Gene Technology

Note on Epigenetic Modification

Devos Andrade^* Department of Genetics, University of California San Francisco, San Francisco, USA
^*Correspondence: Devos Andrade, Department of Genetics, University of California San Francisco, San Francisco, USA, Email:

Received: 01-Feb-2022, Manuscript No. RDT-22-16122; Editor assigned: 03-Feb-2022, Pre QC No. RDT-22-16122 (PQ); Reviewed: 17-Feb-2022, QC No. RDT-22-16122; Revised: 23-Feb-2022, Manuscript No. RDT-22-16122 (R); Published: 28-Feb-2022, DOI: 10.35248/2329-6682.22.11.185

Description

Epigenetics is the study of genetic and stable changes in gene expression due to changes in chromosomes rather than DNA sequences. Although the DNA sequence is not directly altered, epigenetic mechanisms can regulate gene expression through chemical modification of DNA bases and changes in the chromosomal superstructure in which the DNA is packaged.

The negatively charged DNA is packed around a positively charged histone protein octamer containing two copies of the histone proteins H2A, H2B, H3, and H4. This nucleoprotein complex is the nucleosome, the basic unit of chromatin. The nucleosomes of the continuous DNA polymer are linked by linker DNA and the complex is stabilized by the histone protein H1. Chromatin aggregation leads to the formation of chromosomes. Chromosomal chromatin exists as loose, transcriptionally active euchromatin, or as dense, transcriptionally inactive heterochromatin. Chemical changes in histone proteins can induce the formation of an open euchromatin state, which facilitates gene expression by allowing transcription factors and enzymes to interact with DNA, or heterochromatin.
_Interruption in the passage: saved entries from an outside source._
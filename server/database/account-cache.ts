import type { ModelStatic, Model, Transaction } from 'sequelize'

/**
 * What the server remembers between requests about who is asking: accounts by id, API tokens by
 * hash, session records by id, and sealed session cookies by their text. Every write to the users, api_tokens or sessions tables
 * through this server's models clears the accounts and tokens at once (model hooks, again after a
 * transaction commits), so a role change or a revoked token still counts on the very next
 * request. Writes from another process (the db scripts) bypass the hooks; the short lifetimes
 * bound how long such a change can go unseen.
 */

/** Lifetime of a remembered account or token without a write through this server (ms). */
export const ACCOUNT_TTL_MS = 5_000
/** Lifetime of a remembered session cookie (ms); never beyond the seal's own expiry. */
export const SESSION_TTL_MS = 60_000
/** Entries kept per map before it is emptied (a bound, not an expected size). */
const MAX_ENTRIES = 10_000

interface Entry<T> {
  value: T
  until: number
}

/** A token as requireUser needs it. */
export interface CachedToken {
  id: string
  userId: string
  lastUsedAt: Date | null
  expiresAt: Date | null
}

/** What a sealed session cookie holds, as requireUser needs it. */
export interface SealedSession {
  userId: string
  sessionId: string
}

/** A session record as requireUser needs it. */
export interface CachedSessionRecord {
  userId: string
  lastSeenAt: Date
  expiresAt: Date
}

let generation = 0
const accounts = new Map<string, Entry<unknown>>()
const tokens = new Map<string, Entry<CachedToken>>()
const sessions = new Map<string, Entry<SealedSession | null>>()
const records = new Map<string, Entry<CachedSessionRecord>>()

function read<T>(map: Map<string, Entry<T>>, key: string): T | undefined {
  const hit = map.get(key)
  if (!hit) return undefined
  if (hit.until > Date.now()) return hit.value
  map.delete(key)
  return undefined
}

function write<T>(map: Map<string, Entry<T>>, key: string, value: T, until: number): void {
  if (map.size >= MAX_ENTRIES) map.clear()
  map.set(key, { value, until })
}

/**
 * Looks `key` up in the accounts cache, else loads it. A load that raced with a write (the
 * generation moved while it ran) is returned but not remembered, so it cannot outlive the write.
 */
async function remembered<T>(map: Map<string, Entry<T>>, key: string, load: () => Promise<T>): Promise<T> {
  const hit = read(map, key)
  if (hit !== undefined) return hit
  const seen = generation
  const value = await load()
  if (seen === generation && value !== null) write(map, key, value, Date.now() + ACCOUNT_TTL_MS)
  return value
}

/** The account with this id (null when none), remembered for a few seconds. */
export function cachedAccount<T>(id: string, load: () => Promise<T | null>): Promise<T | null> {
  return remembered(accounts as Map<string, Entry<T | null>>, id, load)
}

/** The API token with this SHA-256 hash (null when none), remembered for a few seconds. */
export function cachedToken(hash: string, load: () => Promise<CachedToken | null>): Promise<CachedToken | null> {
  return remembered(tokens as Map<string, Entry<CachedToken | null>>, hash, load)
}

/** The session record with this id (null when ended), remembered for a few seconds like accounts. */
export function cachedSessionRecord(id: string, load: () => Promise<CachedSessionRecord | null>): Promise<CachedSessionRecord | null> {
  return remembered(records as Map<string, Entry<CachedSessionRecord | null>>, id, load)
}

/** What this session cookie holds (null for an empty or invalid one), or undefined if not known. */
export function cachedSession(sealed: string): SealedSession | null | undefined {
  return read(sessions, sealed)
}

/**
 * Remembers what a sealed session cookie holds, until the earlier of SESSION_TTL_MS and the
 * expiry the seal carries in clear (the sixth `*`-separated field of an iron seal, in ms).
 */
export function rememberSession(sealed: string, content: SealedSession | null): void {
  const sealExpiry = Number(sealed.split('*')[5])
  const until = Math.min(Date.now() + SESSION_TTL_MS, sealExpiry > 0 ? sealExpiry : Number.POSITIVE_INFINITY)
  write(sessions, sealed, content, until)
}

/** Forgets one session cookie (at sign-out). */
export function forgetSession(sealed: string): void {
  sessions.delete(sealed)
}

/** Forgets every remembered account, token and session record (any write to their tables). */
export function forgetAccounts(): void {
  generation++
  accounts.clear()
  tokens.clear()
  records.clear()
}

const WRITE_HOOKS = ['afterCreate', 'afterUpdate', 'afterSave', 'afterDestroy', 'afterUpsert', 'afterBulkCreate', 'afterBulkUpdate', 'afterBulkDestroy'] as const

/** Clears the cache on every write to these models, and once more when the write's transaction commits. */
export function watchAccountTables(models: readonly ModelStatic<Model>[]): void {
  const onWrite = (first: unknown, second: unknown): void => {
    forgetAccounts()
    const options = (second ?? first) as { transaction?: Transaction | null } | undefined
    options?.transaction?.afterCommit(() => forgetAccounts())
  }
  for (const model of models) {
    for (const hook of WRITE_HOOKS) model.addHook(hook as 'afterUpdate', 'kernwise-account-cache', onWrite as never)
  }
}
Closed state, which suppresses gene expression by preventing the initiation of transcription.

In addition to histone changes, DNA methylation is an epigenetic mechanism involved in gene silencing when methylation occurs on CpG islands of promoter sequences. In addition, non-coding RNA sequences have been shown to play an important role in regulating gene expression. These epigenetic alterations can be caused by several factors, including age, diet, smoking, stress, and disease conditions. Although epigenetic alterations are reversible, they are rarely conserved for several generations in humans, despite the fact that they persist for multiple cycles of cellular replication.

DNA is used as a guide to make coding and non-coding RNAs. Coding RNA is used to make proteins. Noncoding RNA helps control gene expression by binding to coding RNA, as well as some proteins, to break down coding RNA so it cannot be used to make proteins. Noncoding RNA can also recruit proteins to modify histones to turn genes on or off.
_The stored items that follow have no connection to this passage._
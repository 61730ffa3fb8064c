// Command-line database tasks (npm run db:seed, db:reset, db:passwords, db:backup, db:restore), run with tsx outside Nitro.
import { randomBytes } from 'node:crypto'
import { copyFileSync, existsSync, rmSync } from 'node:fs'
import { dirname, join, resolve } from 'node:path'
import { createInterface } from 'node:readline/promises'
import { Hash } from '@adonisjs/hash'
import { Scrypt } from '@adonisjs/hash/drivers/scrypt'
import { backupTo, checkBackup, replaceDatabase } from './backup'
import { openDatabase } from './connection'
import { demoAccountsWithPublishedPassword } from './demo-guard'
import { migrate } from './migrate'
import { seedDemo } from './seed'
import { initModels } from '../models'

// The same scrypt defaults nuxt-auth-utils' hashPassword uses, so seeded passwords verify.
const hasher = new Hash(new Scrypt({}))
const USAGE = 'usage: db.mjs seed | reset [--yes] [--no-demo] | passwords | backup [FILE] | restore FILE [--yes]'

const stamp = () => new Date().toISOString().replace(/[-:]/g, '').replace(/\..*$/, '').replace('T', '-')

/** Asks on the terminal; anything but "yes" (or no terminal at all) is a no. */
async function confirm(question: string): Promise<boolean> {
  if (!process.stdin.isTTY) return false
  const rl = createInterface({ input: process.stdin, output: process.stdout })
  const answer = await rl.question(`${question} Type "yes" to go on: `)
  rl.close()
  return answer.trim().toLowerCase() === 'yes'
}

async function main(): Promise<void> {
  const [task, ...flags] = process.argv.slice(2)
  const url = process.env.NUXT_DATABASE_URL || ''
  const path = resolve(process.env.NUXT_DB_PATH || '.data/kernwise.sqlite')
  if (url && ['backup', 'restore', 'reset'].includes(task ?? '')) {
    console.error(`${task} works on the SQLite file; for PostgreSQL use pg_dump / pg_restore / dropdb.`)
    process.exit(2)
  }
  if (!['seed', 'reset', 'passwords', 'backup', 'restore'].includes(task ?? '')) {
    console.error(USAGE)
    process.exit(2)
  }
  if (task === 'backup') return backup(path, flags.find(f => !f.startsWith('--')))
  if (task === 'restore') return restore(path, flags.find(f => !f.startsWith('--')), flags.includes('--yes'))
  if (task === 'reset') {
    if (!flags.includes('--yes') && !(await confirm(`This deletes ${path} with every account and sketch in it.`))) {
      console.error('Nothing deleted. (Pass --yes to reset without the question, e.g. in a script.)')
      process.exit(1)
    }
    for (const suffix of ['', '-wal', '-shm']) rmSync(path + suffix, { force: true })
    console.log(`Removed ${path}`)
  }
  const sequelize = await openDatabase(url || path)
  const applied = await migrate(sequelize)
  if (applied.length) console.log(`Applied migrations: ${applied.join(', ')}`)
  const db = initModels(sequelize)
  if (task === 'passwords') {
    const open = await demoAccountsWithPublishedPassword(db, (hash, pw) => hasher.verify(hash, pw))
    for (const email of open) {
      const password = randomBytes(12).toString('base64url')
      await db.User.update({ passwordHash: await hasher.make(password) }, { where: { email } })
      console.log(`${email}  ${password}`)
    }
    console.log(open.length ? 'New passwords set (shown this once).' : 'No demo account has the published password.')
  } else if (flags.includes('--no-demo')) {
    console.log(`Empty database ready at ${path}; the first account registered becomes admin.`)
  } else {
    await seedDemo(db, pw => hasher.make(pw))
    console.log(`Seeded the demo workspace into ${path}`)
  }
  await sequelize.close()
}

/** npm run db:backup [FILE]: a consistent copy while the app runs (default .data/backups/kernwise-<time>.sqlite beside the database). */
async function backup(path: string, target?: string): Promise<void> {
  if (!existsSync(path)) throw new Error(`There is no database at ${path}.`)
  const file = resolve(target ?? join(dirname(path), 'backups', `kernwise-${stamp()}.sqlite`))
  const sequelize = await openDatabase(path)
  try {
    await backupTo(sequelize, file)
  } finally {
    await sequelize.close()
  }
  console.log(`Backed up ${path} to ${file}`)
}

/** npm run db:restore FILE: checks the backup, keeps a copy of the current database, then puts the backup in its place. */
async function restore(path: string, source: string | undefined, yes: boolean): Promise<void> {
  if (!source || !existsSync(source)) throw new Error(`Name a backup file that exists: npm run db:restore -- FILE (got ${source ?? 'nothing'}).`)
  const candidate = `${path}.restore-${stamp()}`
  copyFileSync(resolve(source), candidate)
  let summary: Awaited<ReturnType<typeof checkBackup>>
  try {
    const db = await openDatabase(candidate)
    try {
      summary = await checkBackup(db)
    } finally {
      await db.close()
    }
  } catch (error) {
    rmSync(candidate, { force: true })
    throw new Error(`Not restored: ${source} cannot be used (${error instanceof Error ? error.message : String(error)}). The database is unchanged.`)
  }
  const what = `${source}: ${summary.users} accounts, ${summary.sketches} sketches, ${summary.migrations.length} migrations`
  if (!yes && !(await confirm(`This replaces ${path} with ${what}. Stop the server first.`))) {
    rmSync(candidate, { force: true })
    console.error('Nothing restored. (Pass --yes to restore without the question.)')
    process.exit(1)
  }
  if (existsSync(path)) {
    const keep = join(dirname(path), 'backups', `before-restore-${stamp()}.sqlite`)
    const current = await openDatabase(path)
    try {
      await backupTo(current, keep)
    } finally {
      await current.close()
    }
    console.log(`Kept the current database as ${keep}`)
  }
  replaceDatabase(candidate, path)
  console.log(`Restored ${what} into ${path}. Start the server again.`)
}

main().catch((error) => {
  console.error(error instanceof Error ? error.message : error)
  process.exit(1)
})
Epigenetics and development

Your epigenetics change as you grow older, as part of normal development and aging, and depending on your behavior and environment. Epigenetic change begins before birth. All cells carry the same gene, but they look and behave differently. Epigenetics help determine how cells function as they grow and develop, for example, whether they are heart cells, nerve cells, or skin cells. Example: Nerve cells and muscle cells.
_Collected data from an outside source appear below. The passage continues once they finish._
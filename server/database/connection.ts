import { mkdirSync } from 'node:fs'
import { dirname, resolve } from 'node:path'
import { Sequelize } from 'sequelize'
import sqlite3 from 'sqlite3'

/**
 * Opens the SQLite file at `path` (created with its folder if missing): WAL journal, foreign keys
 * on, and synchronous = FULL, so a save that was acknowledged survives a power cut (with WAL,
 * NORMAL could lose the last commits; FULL syncs the log at every commit).
 */
export async function openDatabase(path: string): Promise<Sequelize> {
  const file = resolve(path)
  mkdirSync(dirname(file), { recursive: true })
  const sequelize = new Sequelize({
    dialect: 'sqlite',
    dialectModule: sqlite3,
    storage: file,
    logging: false,
    // One connection: SQLite serialises writers anyway, and pragmas stay set on it.
    pool: { max: 1, min: 1, idle: 60_000 },
    retry: { max: 5, match: [/SQLITE_BUSY/] },
  })
  await sequelize.query('PRAGMA journal_mode = WAL;')
  await sequelize.query('PRAGMA synchronous = FULL;')
  await sequelize.query('PRAGMA foreign_keys = ON;')
  await sequelize.query('PRAGMA busy_timeout = 5000;')
  return sequelize
}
Your muscle cells and nerve cells have the same DNA but different functions. Nerve cells carry information to other cells in your body. Muscle cells have structures that help your body move. Epigenetics allows muscle cells to "on" genes and make proteins important for their work, and "off" genes to make them important for the work of nerve cells.

Epigenetics and age

Your epigenetics will change throughout your life. Birth epigenetics is not the same as childhood or adult epigenetics.

DNA methylation at millions of sites was measured in newborn, 26 years, and 103 years. The level of DNA methylation decreases with age. DNA methylation in new borns was highest, DNA methylation at 103 years was lowest, and DNA methylation levels at 26 years were between neonates and at 103 years.